All of which appealed to the lowest common denominator of Ashes rivalry and set the scene for a contest that felt like it wasn’t about cricket at all, but about settling an old score by whatever means necessary. Like a drunk offering an old rival to step outside at closing time even though neither brawler really knew what they were fighting for, just that there was visceral enmity that had to be satisfied.
This was not exactly cricket at its most poetic: and if there was any comparison left with religion, the phrase Odium Theologicum came to mind. The Aussies weren’t just jubilant at their own team’s performance, that would be understandable: they also took a spiteful pleasure in grinding England’s faces in the dirt.
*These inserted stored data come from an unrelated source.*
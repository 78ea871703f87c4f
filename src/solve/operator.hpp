// pcasweep/solve/operator.hpp — the only view of the data a solver gets.
//
// Contract: a CenteredOperator stands for the centred data matrix
// A_c = A − 1·μᵀ (A: N×d observations, μ: d column means) without ever
// forming it. It is a ScatterSource (solve/scatter_source.hpp: N, d, μ, the
// scatter matrix) that also makes products with blocks of vectors, which the
// randomized solver asks for; in-memory data, streamed files and distributed
// shards are then different operators behind the same solvers. Products come
// back in double whatever precision they were computed in; unit_roundoff()
// tells the solver which (it sets the solver's noise floors from it).
#pragma once

#include <Eigen/Dense>
#include <string>

#include "solve/scatter_source.hpp"

namespace pcasweep {

// Unit roundoff of IEEE double (2⁻⁵³) and single (2⁻²⁴) arithmetic.
inline constexpr double kDoubleRoundoff = 0x1p-53;
inline constexpr double kSingleRoundoff = 0x1p-24;

class CenteredOperator : public ScatterSource {
 public:
  // Ω: d×l. Returns A_c·Ω, N×l.
  virtual Eigen::MatrixXd apply(const Eigen::MatrixXd& omega) const = 0;
  // Y: N×l. Returns A_cᵀ·Y, d×l.
  virtual Eigen::MatrixXd apply_transpose(const Eigen::MatrixXd& y) const = 0;
  // Unit roundoff of the arithmetic apply() and apply_transpose() run in:
  // 2⁻⁵³ (double, the default) or 2⁻²⁴ (single).
  virtual double unit_roundoff() const { return kDoubleRoundoff; }
  // W: d×l. Sets Y = A_c·W (N×l) and returns A_cᵀ·Y (d×l). By default the
  // two products one after the other; see fuses_normal_products().
  virtual Eigen::MatrixXd apply_normal(const Eigen::MatrixXd& w, Eigen::MatrixXd& y) const;
  // W: N×l. Sets Y = A_cᵀ·W (d×l) and returns A_c·Y (N×l), likewise.
  virtual Eigen::MatrixXd apply_normal_transpose(const Eigen::MatrixXd& w, Eigen::MatrixXd& y) const;
  // True when the apply_normal pair costs clearly less than its two products
  // apart (one sweep over the data instead of two); solvers that would make
  // both products anyway then call it.
  virtual bool fuses_normal_products() const { return false; }
};

// The operator over an observation matrix held in memory.
class DenseOperator : public CenteredOperator {
 public:
  // X: N×d, kept by reference: it must outlive the operator. N >= 1.
  explicit DenseOperator(const Eigen::MatrixXd& X);

  Eigen::Index rows() const override { return X_.rows(); }
  Eigen::Index cols() const override { return X_.cols(); }
  const Eigen::VectorXd& mean() const override { return mean_; }
  Eigen::MatrixXd apply(const Eigen::MatrixXd& omega) const override;
  Eigen::MatrixXd apply_transpose(const Eigen::MatrixXd& y) const override;
  Eigen::MatrixXd scatter() const override;
  Eigen::VectorXd column_sums_of_squares() const override;

 private:
  const Eigen::MatrixXd& X_;
  Eigen::VectorXd mean_;
};

// The operator over float32 observations whose products run in single
// precision (sgemm runs at a higher rate than dgemm: docs/performance.md,
// "Precision"). The mean is removed implicitly, as in DenseOperator;
// the mean, the sums of squares, the scatter and the centring terms are
// accumulated in double. Products carry rounding of about √(inner length)·2⁻²⁴
// against ‖row‖·‖column‖ of the uncentred data, so data whose mean dwarfs its
// spread lose accuracy in proportion: unit_roundoff() reports
// 2⁻²⁴·‖A‖_F/‖A_c‖_F, the rounding relative to the centred data.
class SingleOperator : public CenteredOperator {
 public:
  // X: N×d, N >= 1. Keeps a float32 copy (N·d·4 bytes, exact for samples of
  // up to 24 bits); X need not outlive the operator.
  explicit SingleOperator(const Eigen::MatrixXd& X);
  // X: N×d float32 observations, N >= 1, kept by reference (no copy): it
  // must outlive the operator.
  explicit SingleOperator(const Eigen::MatrixXf& X);
  SingleOperator(Eigen::MatrixXf&&) = delete;  // a temporary would not outlive the operator
  SingleOperator(const SingleOperator&) = delete;
  SingleOperator& operator=(const SingleOperator&) = delete;

  Eigen::Index rows() const override { return X_->rows(); }
  Eigen::Index cols() const override { return X_->cols(); }
  const Eigen::VectorXd& mean() const override { return mean_; }
  Eigen::MatrixXd apply(const Eigen::MatrixXd& omega) const override;
  Eigen::MatrixXd apply_transpose(const Eigen::MatrixXd& y) const override;
  Eigen::MatrixXd scatter() const override;
  Eigen::VectorXd column_sums_of_squares() const override { return sums_; }
  double unit_roundoff() const override;
  // One sweep: each block of rows (columns for the transpose) makes both of
  // its products while it is in cache, which was measured faster than two
  // sgemm calls; in double the same sweep gained nothing, so DenseOperator
  // does not fuse (docs/performance.md, "Figures once quoted in headers").
  Eigen::MatrixXd apply_normal(const Eigen::MatrixXd& w, Eigen::MatrixXd& y) const override;
  Eigen::MatrixXd apply_normal_transpose(const Eigen::MatrixXd& w, Eigen::MatrixXd& y) const override;
  bool fuses_normal_products() const override { return true; }

  // Returns ‖A‖_F/‖A_c‖_F of the data: how much larger the uncentred data
  // are than their spread (1 for centred data; infinite when A_c = 0).
  double offset_ratio() const;

 private:
  Eigen::MatrixXf owned_;        // the copy, when made from double observations
  const Eigen::MatrixXf* X_;     // N×d, not centred: owned_ or the caller's
  Eigen::VectorXd mean_;         // d
  Eigen::VectorXd sums_;         // d, Σ (x − μ)² accumulated in double
};

// Precision of the products a solver asks of the data.
enum class Precision { double_precision, single_precision };

// Parses "double" or "single". Throws Error(usage).
Precision parse_precision(const std::string& text);

// Returns "double" or "single".
const char* text_of(Precision precision);

}  // namespace pcasweep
Of Warner’s comments about Jonathan Trott, the England Captain, Alistair Cooke, mildly protested “I think the comments were pretty disrespectful to any professional cricketer.” One of the Australian commentators on TMS said that Cooke was “a gentleman”; well, the Australian captain, Michael Clarke, on the evidence of his behaviour during the first test at Brisbane was on the contrary emphatically NO GENTLEMAN. The Australian crowd behaved like sans culottes jubilantly decapitating members of the ancien regime . This wasn’t friendly rivalry: it sounded more like naked loathing. These people, it did seem on this evidence, really hate us. Everyone knows the Australians are poor losers: but as winners, they are insufferable.
Where is cricket in all this? “It’s not cricket” used to be a way of condemning unacceptable behaviour: you could hardly use the expression today. The Cricket Australia website has a lengthy page on The Spirit of Cricket, and a Code of Behaviour it expects to be followed by all those involved in the game. This states that “Cricket is a game that owes much of its unique appeal to the fact that it should be played not only within its Laws but also within the Spirit of the Game. Any action which is seen to abuse this spirit causes injury to the game itself. The major responsibility for ensuring the spirit of fair play rests with the captains.” The code states clearly that “The Spirit of the Game involves RESPECT for your opponents” and for “the game and its traditional values”. It also says that “It is against the Spirit of the Game… to direct abusive language towards an opponent” or to “to seek to distract an opponent either verbally or by harassment… under the guise of enthusiasm and motivation of one’s own side”. It also states that “There is no place for any act of violence on the field of play”. Deliberately aiming a projectile at high speed at someone’s head is an act of violence.
As Jonathan Howcroft comments, “Is this really how we want the Ashes to be played out? Three months of acrimony, name-calling, belittling and bullying? I’m sure the answer to that question for a lot of fans is ‘as long as we win …’. But isn’t there more to it than that? Isn’t the Ashes in particular about more than that? If it’s about winning and winning alone I’d rather someone just tossed a loaded coin and put England back on a plane…”
But what a pity; what a real shame it is that so noble a game can have sunk so low. “Three months of acrimony, name-calling, belittling and bullying”. I don’t know that I shall be listening to Test Match Special any more during this Australian series, except perhaps for the Daily podcast: I can’t entirely renounce my regular TMS fix of Geoffrey Boycott. But I won’t be losing any more sleep to go through all that again.